--- Dataset records ---
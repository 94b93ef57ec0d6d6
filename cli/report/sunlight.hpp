// SPDX-License-Identifier: MIT
#pragma once

#include "engine/light/plate_light.hpp"
#include "engine/time/zone.hpp"
#include "layout/sheet/sheet.hpp"
#include "layout/sheet/tiling.hpp"

#include <string>
#include <vector>

namespace dialwright::cli {

/// A wall, or a face of a dial, that is asked for its light.
struct LightFace {
    std::string name; ///< "Harrowgarth gable, front face"; for a wall without a design which way it looks
    Site site;
    Zone zone;
    Attitude attitude;
    Skyline skyline;
};

struct LightDay {
    std::chrono::year_month_day date;
    Instant begin, end;
    std::vector<TimeSpan> lit;
    std::chrono::microseconds up{0}, facing{0}, lit_for{0};
};

/// The light on one face through the dates of a year, by its zone's clocks.
struct LightYear {
    LightFace face;
    int year = 0;
    PlateLight light;
    std::vector<LightDay> days;
};
[[nodiscard]] LightYear light_year(LightFace face, int year);

/// For people: each face's months and chosen days; of several also side by side.
[[nodiscard]] std::string sunlight_text(const std::vector<LightYear>& years);
/// For programs: docs/output-formats.md.
[[nodiscard]] std::string sunlight_json(const std::vector<LightYear>& years);
/// A date and face a row.
[[nodiscard]] std::string sunlight_csv(const std::vector<LightYear>& years);
/// A page with a chart for each face; of several one more before them, side by side.
[[nodiscard]] layout::SheetBook sunlight_sheets(const std::vector<LightYear>& years, layout::PrintOptions options);

} // namespace dialwright::cli
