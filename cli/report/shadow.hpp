// SPDX-License-Identifier: MIT
#pragma once

#include "cli/commission.hpp"
#include "engine/sun/apparent_sun.hpp"

#include <span>
#include <string>

namespace dialwright::cli {

/// Where the shadow of the nodus falls at one instant, and what the dial shows.
struct ShadowReport {
    Instant at;
    ApparentSun sun;
    SkyPlace sky;
    SiteDirection towards_sun;
    std::size_t face = 0; ///< of the commission
    bool lit = false;
    std::optional<PlatePoint> shadow;                ///< of the casting edge's nodus
    std::optional<double> reads_h;                   ///< by the chapter ring's hours
    std::vector<std::optional<double>> also_reads_h; ///< by each more set of hours, beside the plan's more_hours
};

/// @param face  of a dial with several; nothing: the one that is lit, else the first
[[nodiscard]] std::vector<ShadowReport> shadow_reports(const Commission& commission, std::span<const Instant> instants,
                                                       std::optional<std::size_t> face);

/// docs/output-formats.md. @param texts  the instants as they were asked for
[[nodiscard]] std::string shadow_json(const Commission& commission, const std::vector<ShadowReport>& reports,
                                      std::span<const std::string> texts);
[[nodiscard]] std::string shadow_text(const Commission& commission, const std::vector<ShadowReport>& reports);

} // namespace dialwright::cli
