// SPDX-License-Identifier: MIT
#pragma once

#include "cli/report/sunlight.hpp"
#include "cli/report/text_table.hpp"

#include <array>
#include <string>
#include <vector>

namespace dialwright::cli {

/// Hours of one month, or of the year.
struct LightTotals {
    double up_h = 0, facing_h = 0, lit_h = 0;
    int days = 0, days_lit = 0;
};
[[nodiscard]] std::array<LightTotals, 12> months_of(const LightYear& year);
[[nodiscard]] LightTotals total_of(const LightYear& year);
[[nodiscard]] double hours_of(std::chrono::microseconds length);

/// What text and paper have in common.
[[nodiscard]] std::string face_heading(const LightYear& year);
[[nodiscard]] const std::vector<layout::Flow::Column>& month_columns();
[[nodiscard]] std::vector<TableRow> month_rows(const LightYear& year); ///< twelve, and the year
[[nodiscard]] const std::vector<layout::Flow::Column>& day_columns();
[[nodiscard]] std::vector<TableRow> day_rows(const LightYear& year); ///< the 1st, 11th and 21st of each month
[[nodiscard]] std::vector<layout::Flow::Column> compared_columns(const std::vector<LightYear>& years);
[[nodiscard]] std::vector<TableRow> compared_rows(const std::vector<LightYear>& years);
/// Seasons without light, what the skyline costs.
[[nodiscard]] std::vector<std::string> light_remarks(const LightYear& year);

inline constexpr const char* k_light_note = "Hours for which the Sun's middle stands where it lights the face, under a "
                                            "clear sky and without refraction. A Sun that "
                                            "grazes the face, or has just risen, throws no shadow to read: take a "
                                            "quarter of an hour off at such ends. Trees in leaf, "
                                            "eaves and houses that are not in the skyline take more.";

} // namespace dialwright::cli
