// SPDX-License-Identifier: MIT
#include "cli/report/ranges.hpp"
#include "cli/report/restore.hpp"
#include "cli/report/say.hpp"
#include "layout/sheet/flow.hpp"

#include <cmath>
#include <memory>

namespace dialwright::cli {
namespace {

using layout::Drawing;
using layout::Flow;
using layout::Layer;
using layout::Mark;
using layout::Point;

constexpr double k_picture_mm = 85;

Point along(Point from, double direction_deg, double reach_mm) {
    const Angle direction = Angle::degrees(direction_deg);
    return {from.x_mm + reach_mm * sin(direction), from.y_mm + reach_mm * cos(direction)};
}

/// Each line as it was measured, and beside it, thin, as it should be.
std::shared_ptr<const Drawing> picture_of(const RestoreFile& file, const PlateFigure& figure) {
    double size_mm = 100;
    for (const PlateLine& line : file.readings.lines)
        for (const PlatePoint& p : line.points)
            size_mm = std::max({size_mm, std::abs(p.u_mm), std::abs(p.v_mm)});
    Mark measured, should;
    measured.width_mm = size_mm / 150;
    measured.name = "measured";
    should.width_mm = size_mm / 500;
    should.layer = Layer::cut;
    should.name = "as it should be";
    for (std::size_t i = 0; i < file.readings.lines.size(); ++i) {
        const PlateLine& line = file.readings.lines[i];
        Point from{}, to{};
        double direction_deg = 0;
        if (line.direction_deg) {
            direction_deg = *line.direction_deg;
            from = along({}, direction_deg, size_mm / 5);
            to = along({}, direction_deg, size_mm);
        } else {
            const PlatePoint last = line.points.back();
            const PlatePoint first = line.points.size() > 1 ? line.points.front() : PlatePoint{};
            from = {first.u_mm, first.v_mm};
            to = {last.u_mm, last.v_mm};
            direction_deg = arc_tangent(to.x_mm - from.x_mm, to.y_mm - from.y_mm).in_degrees();
        }
        measured.paths.push_back(layout::polyline({from, to}));
        // Turned back by what it is off, about where it starts.
        const double reach = std::hypot(to.x_mm - from.x_mm, to.y_mm - from.y_mm);
        const Point start = line.direction_deg ? Point{} : from;
        should.paths.push_back(layout::polyline({start, along(start, direction_deg - figure.off_deg[i],
                                                              line.direction_deg ? size_mm * 1.05 : reach * 1.05)}));
    }
    return std::make_shared<Drawing>(Drawing{"lines", {measured, should}});
}

} // namespace

std::vector<layout::Sheet> restore_sheets(const RestoreFile& file, const PlateFigure& figure,
                                          const RestoreReport& report, const layout::PrintOptions& options) {
    Flow flow{options, "Restoring a plate"};
    flow.heading("Restoring a plate: " + (file.title.empty() ? file.file : file.title));
    flow.paragraph("Style height " + say_arc(figure.style_height_deg.value) + " " +
                   say_give(figure.style_height_deg.range) + ". Every ± holds 19 times in 20.");
    for (const RestoreWay& way : report.ways) {
        std::vector<std::string> lines = words_of(file, way);
        lines.insert(lines.end(), way.speaks.begin(), way.speaks.end());
        flow.list(with_capital(heading_of(file, way)), lines);
    }
    flow.list("Mind", report.notes);
    flow.heading("Lines");
    std::vector<std::vector<std::string>> rows;
    for (std::size_t i = 0; i < file.names.size(); ++i)
        rows.push_back({file.names[i], fixed(figure.off_deg[i], 2) + "°",
                        figure.off_mm[i] != 0.0 ? fixed(figure.off_mm[i], 1) : "",
                        figure.stray[i] ? "cut or read wrong" : ""});
    using layout::Align;
    flow.table({{"line"}, {"off, clockwise", Align::right}, {"mm", Align::right}, {""}}, rows);
    flow.space(4);
    flow.picture(picture_of(file, figure), k_picture_mm, k_picture_mm,
                 "Black: as measured. Thin: as it should be. Not to scale.");
    return flow.sheets();
}

} // namespace dialwright::cli
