// SPDX-License-Identifier: MIT
#include "cli/report/text_table.hpp"

#include <algorithm>

namespace dialwright::cli {
namespace {

/// How many characters a text shows: its bytes without those that go on with a character of UTF-8.
std::size_t shown_width(const std::string& text) {
    return std::size_t(std::count_if(text.begin(), text.end(),
                                     [](char c) { return (static_cast<unsigned char>(c) & 0xC0U) != 0x80U; }));
}

} // namespace

std::string text_table(const std::vector<layout::Flow::Column>& columns, const std::vector<TableRow>& rows,
                       std::size_t indent) {
    TableRow heads;
    std::vector<std::size_t> widths;
    for (const auto& column : columns) {
        heads.push_back(column.head);
        widths.push_back(shown_width(column.head));
    }
    for (const TableRow& row : rows)
        for (std::size_t i = 0; i < std::min(row.size(), widths.size()); ++i)
            widths[i] = std::max(widths[i], shown_width(row[i]));
    std::string text;
    const auto put = [&](const TableRow& row) {
        std::string line(indent, ' ');
        for (std::size_t i = 0; i < row.size(); ++i) {
            const bool remark = i >= widths.size();
            const std::string gap(remark ? 0 : widths[i] - shown_width(row[i]), ' ');
            const bool right = !remark && columns[i].align == layout::Align::right;
            line.append(i > 0 ? "  " : "").append(right ? gap : row[i]).append(right ? row[i] : gap);
        }
        line.erase(line.find_last_not_of(' ') + 1);
        text.append(line).append("\n");
    };
    put(heads);
    for (const TableRow& row : rows)
        put(row);
    return text;
}

} // namespace dialwright::cli
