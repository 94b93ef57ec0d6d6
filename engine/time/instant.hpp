// SPDX-License-Identifier: MIT
#pragma once

#include <chrono>

namespace dialwright {

/// A moment in UTC, to the microsecond. UT1 − UTC (under 0.9 s) is taken as 0 throughout.
using Instant = std::chrono::sys_time<std::chrono::microseconds>;

/// Days from J2000.0 (2000-01-01 12:00) on the scale that `instant` is written in.
[[nodiscard]] inline double days_from_j2000(Instant instant) {
    using namespace std::chrono;
    constexpr Instant k_j2000 = sys_days{year{2000} / January / 1} + hours{12};
    return duration<double, days::period>(instant - k_j2000).count();
}

/// The instant `days` after J2000.0.
[[nodiscard]] inline Instant instant_from_j2000(double days_after) {
    using namespace std::chrono;
    constexpr Instant k_j2000 = sys_days{year{2000} / January / 1} + hours{12};
    return k_j2000 + round<microseconds>(duration<double, days::period>(days_after));
}

} // namespace dialwright
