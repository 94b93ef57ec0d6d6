// SPDX-License-Identifier: MIT
#pragma once

#include "cli/commission.hpp"

#include <string>

namespace dialwright::cli {

/// What was computed, for people. Degrees and minutes beside decimals, millimetres to a tenth.
[[nodiscard]] std::string numbers_text(const Commission& commission);
/// For programs: docs/output-formats.md. One line of JSON, always valid: what has no value is null.
[[nodiscard]] std::string numbers_json(const Commission& commission);
/// The hour lines as a table with a heading row.
[[nodiscard]] std::string hour_lines_csv(const Commission& commission);

} // namespace dialwright::cli
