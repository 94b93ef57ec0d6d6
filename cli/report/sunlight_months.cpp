// SPDX-License-Identifier: MIT
#include "cli/report/sunlight_months.hpp"

#include "cli/report/say.hpp"
#include "layout/correction/words.hpp"

#include <algorithm>
#include <cmath>
#include <fmt/format.h>

namespace dialwright::cli {
namespace {

using namespace std::chrono;
using layout::Align;

/// "Jun".
std::string short_month(std::size_t index) {
    return std::string{layout::month_name(unsigned(index) + 1)}.substr(0, 3);
}

std::size_t month_index(const LightDay& day) {
    return std::size_t(unsigned(day.date.month()) - 1);
}

/// "08:14", to the minute.
std::string minute_text(const Zone& zone, Instant at) {
    return say_clock(zone, round<minutes>(at)).substr(0, 5);
}

std::string hours_text(double hours) {
    return fixed(hours, 1);
}

/// Of all dates of a month: the earliest begin and the latest end by the clock, "07:58".
struct Extremes {
    std::string first, last;
};
Extremes extremes_of(const LightYear& year, std::size_t month) {
    Extremes found;
    for (const LightDay& day : year.days)
        if (month_index(day) == month && !day.lit.empty()) {
            const std::string first = say_clock(year.face.zone, day.lit.front().from).substr(0, 5);
            const bool to_midnight = day.lit.back().to == day.end;
            const std::string last = to_midnight ? "24:00" : say_clock(year.face.zone, day.lit.back().to).substr(0, 5);
            found.first = found.first.empty() ? first : std::min(found.first, first);
            found.last = std::max(found.last, last);
        }
    return found;
}

TableRow totals_row(const std::string& name, const LightTotals& sum, const Extremes& ends) {
    const double taken = sum.facing_h - sum.lit_h;
    return {name,
            hours_text(sum.up_h),
            hours_text(sum.facing_h),
            hours_text(taken),
            hours_text(sum.lit_h),
            sum.days > 0 ? hours_text(sum.lit_h / sum.days) : "",
            sum.up_h > 0 ? fmt::format("{:.0f} %", 100 * sum.lit_h / sum.up_h) : "",
            fmt::format("{}", sum.days_lit),
            ends.first,
            ends.last};
}

std::string spans_text(const Zone& zone, const LightDay& day) {
    std::string text;
    for (const TimeSpan& span : day.lit) {
        if (span.to - span.from < seconds{30})
            continue;
        text.append(text.empty() ? "" : ", ");
        text.append(minute_text(zone, span.from)).append(" to ");
        text.append(span.to == day.end ? "24:00" : minute_text(zone, span.to));
    }
    return text.empty() ? "not lit" : text;
}

} // namespace

double hours_of(microseconds length) {
    return duration<double, std::ratio<3600>>(length).count();
}

std::array<LightTotals, 12> months_of(const LightYear& year) {
    std::array<LightTotals, 12> sums;
    for (const LightDay& day : year.days) {
        LightTotals& sum = sums[month_index(day)];
        sum.up_h += hours_of(day.up);
        sum.facing_h += hours_of(day.facing);
        sum.lit_h += hours_of(day.lit_for);
        sum.days += 1;
        sum.days_lit += day.lit.empty() ? 0 : 1;
    }
    return sums;
}

LightTotals total_of(const LightYear& year) {
    LightTotals sum;
    for (const LightTotals& month : months_of(year)) {
        sum.up_h += month.up_h;
        sum.facing_h += month.facing_h;
        sum.lit_h += month.lit_h;
        sum.days += month.days;
        sum.days_lit += month.days_lit;
    }
    return sum;
}

std::string face_heading(const LightYear& year) {
    return fmt::format("{}: {}, at {}, {}, in {}", year.face.name, say_attitude(year.face.attitude),
                       say_latitude(year.face.site.latitude), say_longitude(year.face.site.longitude), year.year);
}

const std::vector<layout::Flow::Column>& month_columns() {
    static const std::vector<layout::Flow::Column> k_columns{{"", Align::left},
                                                             {"Sun up h", Align::right},
                                                             {"facing h", Align::right},
                                                             {"skyline takes h", Align::right},
                                                             {"lit h", Align::right},
                                                             {"a day", Align::right},
                                                             {"of Sun up", Align::right},
                                                             {"days lit", Align::right},
                                                             {"first light", Align::right},
                                                             {"last light", Align::right}};
    return k_columns;
}

std::vector<TableRow> month_rows(const LightYear& year) {
    std::vector<TableRow> rows;
    const auto months = months_of(year);
    for (std::size_t i = 0; i < months.size(); ++i)
        rows.push_back(totals_row(short_month(i), months[i], extremes_of(year, i)));
    rows.push_back(totals_row("year", total_of(year), {}));
    return rows;
}

const std::vector<layout::Flow::Column>& day_columns() {
    static const std::vector<layout::Flow::Column> k_columns{{"date", Align::right}, {"lit", Align::left}};
    return k_columns;
}

std::vector<TableRow> day_rows(const LightYear& year) {
    std::vector<TableRow> rows;
    for (const LightDay& day : year.days)
        if (const unsigned of_month = unsigned(day.date.day()); of_month == 1 || of_month == 11 || of_month == 21)
            rows.push_back(
                {layout::say_date(day.date.month() / day.date.day(), true), spans_text(year.face.zone, day)});
    return rows;
}

std::vector<layout::Flow::Column> compared_columns(const std::vector<LightYear>& years) {
    std::vector<layout::Flow::Column> columns{{"", Align::left}};
    for (const LightYear& year : years)
        columns.push_back({year.face.name, Align::right});
    return columns;
}

std::vector<TableRow> compared_rows(const std::vector<LightYear>& years) {
    std::vector<TableRow> rows(15);
    for (std::size_t i = 0; i < 12; ++i)
        rows[i].push_back(short_month(i));
    rows[12].push_back("year");
    rows[13].push_back("of Sun up");
    rows[14].push_back("days lit");
    for (const LightYear& year : years) {
        const auto months = months_of(year);
        for (std::size_t i = 0; i < 12; ++i)
            rows[i].push_back(hours_text(months[i].lit_h));
        const LightTotals sum = total_of(year);
        rows[12].push_back(hours_text(sum.lit_h));
        rows[13].push_back(fmt::format("{:.0f} %", 100 * sum.lit_h / sum.up_h));
        rows[14].push_back(fmt::format("{}", sum.days_lit));
    }
    return rows;
}

std::vector<std::string> light_remarks(const LightYear& year) {
    std::vector<std::string> list;
    const std::size_t count = year.days.size();
    const auto dark = [&](std::size_t i) { return year.days[i % count].lit.empty(); };
    const auto name = [&](std::size_t i) {
        const LightDay& day = year.days[i % count];
        return layout::say_date(day.date.month() / day.date.day(), true);
    };
    std::size_t first = 0; // a date with light, from which to go round the year
    while (first < count && dark(first))
        ++first;
    if (first == count) {
        list.emplace_back("The Sun never lights it.");
        return list;
    }
    for (std::size_t i = first; i < first + count; ++i)
        if (dark(i)) {
            const std::size_t from = i;
            while (dark(i + 1))
                ++i;
            list.push_back(from == i ? fmt::format("Not lit on {}.", name(i))
                                     : fmt::format("Not lit from {} to {}.", name(from), name(i)));
        }
    const LightTotals sum = total_of(year);
    if (sum.facing_h - sum.lit_h > 0.05)
        list.push_back(fmt::format("The skyline takes {} of {} hours.", hours_text(sum.facing_h - sum.lit_h),
                                   hours_text(sum.facing_h)));
    return list;
}

} // namespace dialwright::cli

--- TASK ITEM ---
For every line above that includes the word "engine", return the line.

--- RESPONSE TO THIS TASK ---
#include "engine/light/plate_light.hpp"
#include "engine/time/zone.hpp"
#include "engine/sun/apparent_sun.hpp"
filename engine/time/instant.hpp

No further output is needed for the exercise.